Dokumentation über Elfriede Jelinek: Schreiben, um zu überleben

Es mag überraschen, aber die literarische Karriere von Elfriede Jelinek begann damit, dass sie die Wirklichkeit beschönigte. So schrieb sie in der Volksschule Muttertags-Gedichte, in denen sie bewusst log, "um meine Mutter zu besänftigen". Während Jelinek auf der Soundspur davon erzählt, sieht man in Claudia Müllers Dokumentarfilm alte Schwarz-Weiß-Aufnahmen von ihr und ihrer Mutter Olga, wie sie nebeneinandersitzen oder Olga hinter ihr steht. Die dunkel gekleidete Mutter überragt naturgemäß ihre Tochter, aber durch das, was Jelinek sagt, bekommen die Fotos auch eine metaphorische Note.
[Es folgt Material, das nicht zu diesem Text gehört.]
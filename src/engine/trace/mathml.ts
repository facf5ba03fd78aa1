import { type MathNode, parse } from 'mathjs'
import temml from 'temml'
import type { UnitCode } from '../quantities/units.ts'
import type { Declaration } from './formula.ts'
import type { OperandLine, Step } from './step.ts'
import { texNumber, texQuantity, texSymbol, texUnit } from './tex.ts'

/** The typeset lines of a formula and of a step, as MathML strings. Nothing is evaluated: the printed numbers are set, rounded for reading. */

// biome-ignore lint/suspicious/noExplicitAny: mathjs node types are a union discriminated at run time by `type`
type Node = MathNode & Record<string, any>
type Symbols = (name: string, node: MathNode) => string

const render = (tex: string): string => temml.renderToString(tex, { throwOnError: true, displayMode: true })

/** The tree without its brackets: the precedence of the operators gives back those that are needed. */
const parsed = (text: string): MathNode =>
  parse(text).transform((node) => {
    let inner = node as Node
    while (inner.type === 'ParenthesisNode') inner = inner.content
    return inner
  })

/**
 * The TeX of a formula's text; a number beside a unit is a quantity. The space before an atom keeps a letter off the
 * command before it (mathjs writes `\cdot` without one), and `1, 0.5` from being read as one number with a decimal comma.
 */
function texFormula(root: MathNode, symbols: Symbols): string {
  const handler = (node: Node): string | undefined => {
    if (node.type === 'ConstantNode' && typeof node.value === 'number') return ` ${texNumber(node.value)}`
    if (node.type === 'SymbolNode') return ` ${symbols(node.name, node)}`
    if (node.type === 'OperatorNode' && node.implicit) {
      const [amount, unit] = node.args as Node[]
      if (amount?.type === 'ConstantNode' && unit?.type === 'SymbolNode')
        return texQuantity(texNumber(amount.value), texUnit(unit.name))
    }
    return undefined
  }
  return root.toTex({ handler, parenthesis: 'auto' })
}

/** The symbolic line of a declared formula: `symbol = text`. Throws when the text is no formula. */
export function formulaMathml({
  symbol,
  text,
}: Pick<Declaration<Record<string, UnitCode>, UnitCode>, 'symbol' | 'text'>): string {
  return render(`${texSymbol(symbol)} = ${texFormula(parsed(text), texSymbol)}`)
}

const SIGNIFICANT = 5
const rounded = (value: number) => texNumber(Number(value.toPrecision(SIGNIFICANT)))
const quantity = ({ value, unit }: { value: number; unit: UnitCode }) => texQuantity(rounded(value), texUnit(unit))
const bracketed = (tex: string) => `\\left(${tex}\\right)`
const list = (operands: readonly OperandLine[]) => operands.map(quantity).join(',\\; ')

type Writing = { readonly tex: string; readonly power: boolean }
const asRounded = (operand: OperandLine): Writing => {
  const tex = quantity(operand)
  return { tex, power: tex.includes('^') }
}

/** A number put in place of a symbol needs brackets where its sign, unit or power of ten would read wrongly. */
function numbers(root: MathNode, operands: readonly OperandLine[], write: (o: OperandLine) => Writing): Symbols {
  const values = new Map(operands.map((o) => [o.symbol, o]))
  const bare = new Set<MathNode>()
  const powered = new Set<MathNode>()
  root.traverse((node, path, parent) => {
    if (node.type !== 'SymbolNode') return
    const op = parent?.type === 'OperatorNode' ? (parent as Node).op : undefined
    if (op === undefined || op === '/' || parent === null) bare.add(node)
    if (op === '^' && path === 'args[0]') powered.add(node)
  })
  return (name, node) => {
    const operand = values.get(name)
    if (!operand) return texSymbol(name)
    const { tex, power } = write(operand)
    const compound = powered.has(node) && (operand.unit !== '1' || power)
    return compound || (operand.value < 0 && !bare.has(node)) ? bracketed(tex) : tex
  }
}

function texOperands(step: Step): string | undefined {
  switch (step.kind) {
    case 'formula': {
      const root = parsed(step.formula)
      return texFormula(root, numbers(root, step.operands, asRounded)).trim()
    }
    case 'sum':
      return step.operands.map((o, i) => (o.value < 0 && i > 0 ? bracketed(quantity(o)) : quantity(o))).join(' + ')
    case 'choice':
      return `\\${step.rule === 'smallest' ? 'min' : 'max'}${bracketed(list(step.operands))}`
    case 'lookup': {
      const [low, high] = step.rows
      const x = step.operands[0]
      if (!low || !high || !x) return undefined
      const [x0, y0, x1, y1] = [...low, ...high].map((n) => rounded(n))
      const difference = (a: string, b: string) => `${a} - ${b.startsWith('-') ? bracketed(b) : b}`
      const slope = `\\frac{${difference(y1!, y0!)}}{${difference(x1!, x0!)}}`
      return `${y0} + ${slope} \\cdot ${bracketed(difference(rounded(x.value), x0!))}`
    }
    default:
      return undefined
  }
}

/** The line of a step with its numbers: `symbol = operands put in = value`. Inputs, solutions and rows read straight off have no middle part. */
export function stepMathml(step: Step): string {
  const middle = texOperands(step)
  const parts = [texSymbol(step.symbol), ...(middle === undefined ? [] : [middle]), quantity(step)]
  // A formula without arithmetic (`c_u`, `4 m`) would print its value twice.
  return render(parts.filter((part, i) => i === 0 || part !== parts[i - 1]).join(' = '))
}

const slotted = new Map<string, readonly string[]>()
/** Formulas come from declarations, signs and powers are few: the bound only stands against traces that were made up. */
const MOST_SLOTTED = 2000

/**
 * The right side of a formula with places for its numbers: pieces of MathML, in turn a text and the index of the operand that
 * stands after it. `powers` says which numbers will be written with a power of ten. Typesetting costs half a millisecond, so
 * the pieces are kept: all steps of one declaration with the same signs share them.
 */
export function slottedMathml(
  formula: string,
  operands: readonly OperandLine[],
  powers: readonly boolean[],
): readonly string[] {
  const shape = operands.map((o, i) => `${o.symbol} ${o.unit} ${o.value < 0} ${powers[i]}`)
  const key = [formula, ...shape].join('|')
  const known = slotted.get(key)
  if (known) return known
  const index = new Map(operands.map((o, i) => [o.symbol, i]))
  const root = parsed(formula)
  const write = (o: OperandLine) => ({ tex: `\\text{@${index.get(o.symbol)}@}`, power: powers[index.get(o.symbol)!]! })
  const pieces = render(texFormula(root, numbers(root, operands, write))).split(/<mtext[^>]*>@(\d+)@<\/mtext>/)
  if (slotted.size < MOST_SLOTTED) slotted.set(key, pieces)
  return pieces
}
Von "Scheherazade-Geschichten" spricht Jelinek; das Schreiben war für sie eine Überlebenstechnik und sollte zum fast schon rebellischen Akt werden. Denn während Olga sie mit 14 Jahren aufs Wiener Konservatorium schickte, wo sie nach dem Klavier- und Geigenunterricht ihrer Kinderzeit auch noch Orgel, Blockflöte und Komposition studierte, wandte Elfriede sich letztlich der Literatur und damit genau der Kunst zu, die nicht von der Mutter gefördert wurde. Für ihre ersten Gedichte und Prosastücke gewann sie bereits Preise; Dekaden später, 2004, erhielt sie den Literaturnobelpreis.
Befreiung im Schreiben
"Für den musikalischen Fluss von Stimmen und Gegenstimmen in ihren Romanen und Dramen" wurde Jelinek laut Jury-Begründung ausgezeichnet. Das Musikalische und Vielstimmige ist in ihrer Biografie angelegt, sowie der Drang, sich zumindest im Schreiben zu befreien. "Elfriede Jelinek - Die Sprache von der Leine lassen" lautet der Titel von Claudia Müllers Film, der sich dem Sound Jelineks hingibt und gleichsam musikalisch Bild und Ton zu einem stimmungsvollen, ästhetisch reizvollen Porträt montiert.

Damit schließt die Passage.